↓
/**
 * Time responses by direct filtering in float64: the transposed direct form II recursion (the structure
 * scipy.signal.lfilter uses) for a whole transfer function, and a cascade of such biquads for sections.
 * Loops run on Float64Arrays and allocate nothing per sample, since the page refilters on every drag frame.
 */
import type { Section, TransferFunction } from '../types.ts';
import { createSectionFilter, runSectionFilter } from '../signal/sectionFilter.ts';
import { makeImpulse, makeSine, makeStep } from './inputs.ts';

/**
 * Filters x through H(z) = B(z^-1)/A(z^-1) in transposed direct form II, normalising by a[0] (a[0] must be
 * nonzero). With `state` (length max(len b, len a) - 1) the filter starts from that state, as lfilter's zi,
 * and the final state is written back into it, so a long signal can be filtered in pieces.
 */
export function filterTf(tf: TransferFunction, x: ArrayLike<number>, state?: Float64Array): Float64Array {
  const a0 = tf.a[0];
  if (a0 === undefined || a0 === 0 || !Number.isFinite(a0)) {
    throw new Error(
      `filterTf: the leading denominator coefficient a[0] is ${String(a0)}; it must be a nonzero number`,
    );
  }
  const order = Math.max(tf.b.length, tf.a.length) - 1;
  const b = new Float64Array(order + 1);
  const a = new Float64Array(order + 1);
  for (let k = 0; k < tf.b.length; k++) b[k] = tf.b[k]! / a0;
  for (let k = 1; k < tf.a.length; k++) a[k] = tf.a[k]! / a0;
  const n = x.length;
  const y = new Float64Array(n);
  if (order === 0) {
    const g = b[0]!;
    for (let i = 0; i < n; i++) y[i] = g * x[i]!;
    return y;
  }
  if (state !== undefined && state.length !== order) {
    throw new Error(`filterTf: the state has ${state.length} values; this filter needs ${order}`);
  }
  const z = state ?? new Float64Array(order);
  const last = order - 1;
  const b0 = b[0]!;
  for (let i = 0; i < n; i++) {
    const xi = x[i]!;
    const yi = b0 * xi + z[0]!;
    for (let k = 0; k < last; k++) z[k] = b[k + 1]! * xi + z[k + 1]! - a[k + 1]! * yi;
    z[last] = b[order]! * xi - a[order]! * yi;
    y[i] = yi;
  }
  return y;
}

/**
 * Filters x through a cascade of second-order sections, each in transposed direct form II and normalised by
 * its own a0, starting from zero state (as scipy.signal.sosfilt). An empty cascade passes x through. The
 * arithmetic is the cascade kernel's (signal/sectionFilter.ts), so a signal filtered in pieces there gives
 * this output bit for bit.
 */
export function filterSections(sections: readonly Section[], x: ArrayLike<number>): Float64Array {
  return runSectionFilter(createSectionFilter(sections), x);
}

/** First n samples of the impulse response h[k], k = 0..n-1. */
export function impulseResponse(tf: TransferFunction, n: number): Float64Array {
  return filterTf(tf, makeImpulse(n));
}

/** First n samples of the zero-state response to the unit step u[k]. */
export function stepResponse(tf: TransferFunction, n: number): Float64Array {
  return filterTf(tf, makeStep(n));
}

/**
 * First n samples of the zero-state response to the cosine cos(omega·k + phase)·u[k] (omega in radians per
 * sample, phase in radians, default 0), transient included.
 */
export function sineResponse(tf: TransferFunction, omega: number, n: number, phase = 0): Float64Array {
  return filterTf(tf, makeSine(omega, n, phase));
}
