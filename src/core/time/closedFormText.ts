/**
 * Compact text for a closed-form response, e.g. "0.5·(0.8)^n + 1.2·n·(0.8)^n + 0.6·(0.9)^n·cos(0.52n + 1.1)".
 * A conjugate pair of modes c·p^n + c̄·p̄^n is written in real form 2|c|·|p|^n·cos(∠p·n + ∠c); angles are
 * in radians (per sample for the frequency).
 */
import type { ClosedForm, Term } from './closedForm.ts';

/** Modes whose coefficient is below this fraction of the largest one are left out of the text. */
export const NEGLIGIBLE_TERM_RATIO = 1e-12;

/** A number to `digits` significant digits, trailing zeros dropped. */
function num(v: number, digits: number): string {
  const s = String(Number(v.toPrecision(digits)));
  return s === '-0' ? '0' : s;
}

/** n^k factor text, empty for k = 0. */
function nPower(k: number): string {
  return k === 0 ? '' : k === 1 ? 'n' : `n^${k}`;
}

/** Joins factors with '·', dropping empty ones. */
function product(...factors: string[]): string {
  return factors.filter((f) => f !== '').join('·');
}

/** One mode as text, e.g. "-0.4·n·(0.5)^n" or "(0.3+0.2j)·(0.84∠0.59)^n" (angle in radians). */
export function describeTerm(t: Term, digits = 4): string {
  const { coefficient: c, pole: p } = t;
  const coef = c.im === 0 ? num(c.re, digits) : `(${complexText(c.re, c.im, digits)})`;
  let base: string;
  if (p.im === 0) base = p.re === 1 ? '' : `(${num(p.re, digits)})^n`;
  else base = `(${num(Math.hypot(p.re, p.im), digits)}∠${num(Math.atan2(p.im, p.re), digits)})^n`;
  return product(coef, nPower(t.power), base);
}

function complexText(re: number, im: number, digits: number): string {
  const sign = im < 0 ? '-' : '+';
  return `${num(re, digits)}${sign}${num(Math.abs(im), digits)}j`;
}

/** A real mode: a conjugate pair in cosine form, or a real pole term; undefined for the lower mate. */
function realText(t: Term, digits: number): { value: number; text: string } | undefined {
  const { coefficient: c, pole: p } = t;
  if (p.im < 0) return undefined;
  if (p.im === 0) {
    return {
      value: c.re,
      text: product(
        num(Math.abs(c.re), digits),
        nPower(t.power),
        p.re === 1 ? '' : `(${num(p.re, digits)})^n`,
      ),
    };
  }
  const amp = 2 * Math.hypot(c.re, c.im);
  const r = Math.hypot(p.re, p.im);
  const phase = Math.atan2(c.im, c.re);
  const w = num(Math.atan2(p.im, p.re), digits);
  const arg = phase === 0 ? `${w}n` : `${w}n ${phase < 0 ? '-' : '+'} ${num(Math.abs(phase), digits)}`;
  const decay = r === 1 ? '' : `(${num(r, digits)})^n`;
  return { value: amp, text: product(num(amp, digits), nPower(t.power), decay, `cos(${arg})`) };
}

/**
 * The whole response as one line: modes (conjugate pairs combined), then the finite part as
 * d·δ[n−j] terms. Assumes a real system (conjugate modes present in pairs); "0" when everything vanishes.
 */
export function formatClosedForm(cf: ClosedForm, digits = 4): string {
  const largest = Math.max(0, ...cf.terms.map((t) => Math.hypot(t.coefficient.re, t.coefficient.im)));
  const parts: { value: number; text: string }[] = [];
  for (const t of cf.terms) {
    if (Math.hypot(t.coefficient.re, t.coefficient.im) <= NEGLIGIBLE_TERM_RATIO * largest) continue;
    const part = realText(t, digits);
    if (part) parts.push(part);
  }
  cf.direct.forEach((d, j) => {
    if (d !== 0)
      parts.push({ value: d, text: product(num(Math.abs(d), digits), j === 0 ? 'δ[n]' : `δ[n-${j}]`) });
  });
  if (parts.length === 0) return '0';
  return parts
    .map((p, i) => {
      const negative = p.value < 0;
      if (i === 0) return negative ? `-${p.text}` : p.text;
      return `${negative ? '-' : '+'} ${p.text}`;
    })
    .join(' ');
}
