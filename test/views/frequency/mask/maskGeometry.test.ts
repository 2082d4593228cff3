import { describe, expect, it } from 'vitest';
import type { AxisMap } from '../../../../src/views/chart/pixels.ts';
import {
  MIN_REGION_PX,
  draggedValue,
  levelToY,
  regionShapes,
  roundToPixel,
  yToLevel,
} from '../../../../src/views/frequency/mask/maskGeometry.ts';
import { expectClose } from '../../../helpers/expectClose.ts';

const rect = { left: 50, right: 550, top: 20, bottom: 220 };
const xLin: AxisMap = { kind: 'linear', d0: 0, d1: 1000, p0: 50, p1: 550 };
const xLog: AxisMap = { kind: 'log', d0: 1, d1: 1000, p0: 50, p1: 550 };
const yDb: AxisMap = { kind: 'linear', d0: -100, d1: 0, p0: 220, p1: 20 };
const yLin: AxisMap = { kind: 'linear', d0: 0, d1: 1, p0: 220, p1: 20 };

describe('levelToY / yToLevel', () => {
  it('place dB levels on a dB axis and on a linear magnitude axis, and invert each other', () => {
    expect(levelToY(yDb, -50, true)).toBe(120);
    expectClose(levelToY(yLin, -6.0206, false), 120, { abs: 1e-3 }); // −6.02 dB is half the magnitude
    for (const db of [-40, -3, 0])
      for (const [map, isDb] of [
        [yDb, true],
        [yLin, false],
      ] as const)
        expectClose(yToLevel(map, levelToY(map, db, isDb), isDb), db, { abs: 1e-9 });
    expect(yToLevel(yLin, 220, false)).toBe(-Infinity);
  });
});

describe('regionShapes', () => {
  it('shades above an upper limit and below a lower one, clamped to the plot', () => {
    const [stop, pass] = regionShapes(
      [
        { id: 's', kind: 'stop', fromHz: 400, toHz: 500, upperDb: -60 },
        { id: 'p', kind: 'pass', fromHz: 0, toHz: 100, lowerDb: -1, upperDb: 20 },
      ],
      xLin,
      yDb,
      true,
      rect,
    );
    expect([stop!.x0, stop!.x1]).toEqual([250, 300]);
    expect(stop!.limits).toEqual([{ edge: 'upperDb', y: 140, zoneTop: 20, zoneBottom: 140 }]);
    const upper = pass!.limits.find((l) => l.edge === 'upperDb')!;
    expect(upper.zoneBottom).toBe(20); // +20 dB is above the axis: nothing to shade
    const lower = pass!.limits.find((l) => l.edge === 'lowerDb')!;
    expect([lower.zoneTop, lower.zoneBottom]).toEqual([22, 220]);
  });

  it('keeps a very narrow region visible and hides a 0 Hz edge on a log axis', () => {
    const [r] = regionShapes(
      [{ id: 'n', kind: 'stop', fromHz: 0, toHz: 1.001, upperDb: -20 }],
      xLog,
      yDb,
      true,
      rect,
    );
    expect(r!.x0Visible).toBe(false);
    expect(r!.x1Visible).toBe(true);
    expect(r!.x1 - r!.x0).toBeCloseTo(MIN_REGION_PX, 9);
  });
});

describe('roundToPixel / draggedValue', () => {
  it('round to the power of ten a pixel can resolve', () => {
    expect(roundToPixel(118.3724, 2)).toBe(118);
    expect(roundToPixel(118.3724, 0.2)).toBe(118.4);
    expect(roundToPixel(-40.123, 0.5)).toBe(-40.1);
    expect(roundToPixel(0.30000000000000004, 0.01)).toBe(0.3);
  });

  it('turn a pixel into Hz on either axis and into dB on either magnitude scale', () => {
    expect(draggedValue('fromHz', 300, xLin, yDb, true)).toBe(500);
    expect(draggedValue('toHz', 300, xLog, yDb, true)).toBeCloseTo(31.6, 9); // 10^1.5, rounded to 0.1 Hz
    expect(draggedValue('upperDb', 120, xLin, yDb, true)).toBe(-50);
    expect(draggedValue('lowerDb', 120, xLin, yLin, false)).toBeCloseTo(-6.02, 9);
  });
});
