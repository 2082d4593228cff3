/**
 * Test input signals for time responses, as Float64Arrays of n samples starting at sample index 0.
 * The noise source is deterministic: the same seed always gives the same samples on every platform.
 */
import { mulberry32 } from '../random.ts';
import type { RadPerSample } from '../units.ts';

/** Unit impulse δ[k] for k = 0..n-1 (1 at k = 0, zero elsewhere). */
export function makeImpulse(n: number): Float64Array {
  const x = new Float64Array(n);
  if (n > 0) x[0] = 1;
  return x;
}

/** Unit step u[k] for k = 0..n-1 (all ones). */
export function makeStep(n: number): Float64Array {
  return new Float64Array(n).fill(1);
}

/** Cosine cos(omega·k + phase) for k = 0..n-1; omega in radians per sample, phase in radians. */
export function makeSine(omega: RadPerSample, n: number, phase = 0): Float64Array {
  const x = new Float64Array(n);
  // Direct evaluation per sample rather than a recurrence, so long signals do not drift.
  for (let k = 0; k < n; k++) x[k] = Math.cos(omega * k + phase);
  return x;
}

/**
 * Gaussian white noise with standard deviation std (default 1), deterministic in the 32-bit seed:
 * uniform numbers from mulberry32 (T. Ettinger, public domain), mapped to normal ones by the Box–Muller
 * transform (Box & Muller 1958), both outputs of each pair used.
 */
export function makeWhiteNoise(n: number, seed: number, std = 1): Float64Array {
  const next = mulberry32(seed);
  const x = new Float64Array(n);
  for (let k = 0; k < n; k += 2) {
    // 1 - u keeps the logarithm's argument in (0, 1].
    const radius = std * Math.sqrt(-2 * Math.log(1 - next()));
    const angle = 2 * Math.PI * next();
    x[k] = radius * Math.cos(angle);
    if (k + 1 < n) x[k + 1] = radius * Math.sin(angle);
  }
  return x;
}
↑
Exactly as they stand, set down the lines from the top of the data through the line with "biquads for sections.".

/**
 * Time responses by direct filtering in float64: the transposed direct form II recursion (the structure
 * scipy.signal.lfilter uses) for a whole transfer function, and a cascade of such biquads for sections.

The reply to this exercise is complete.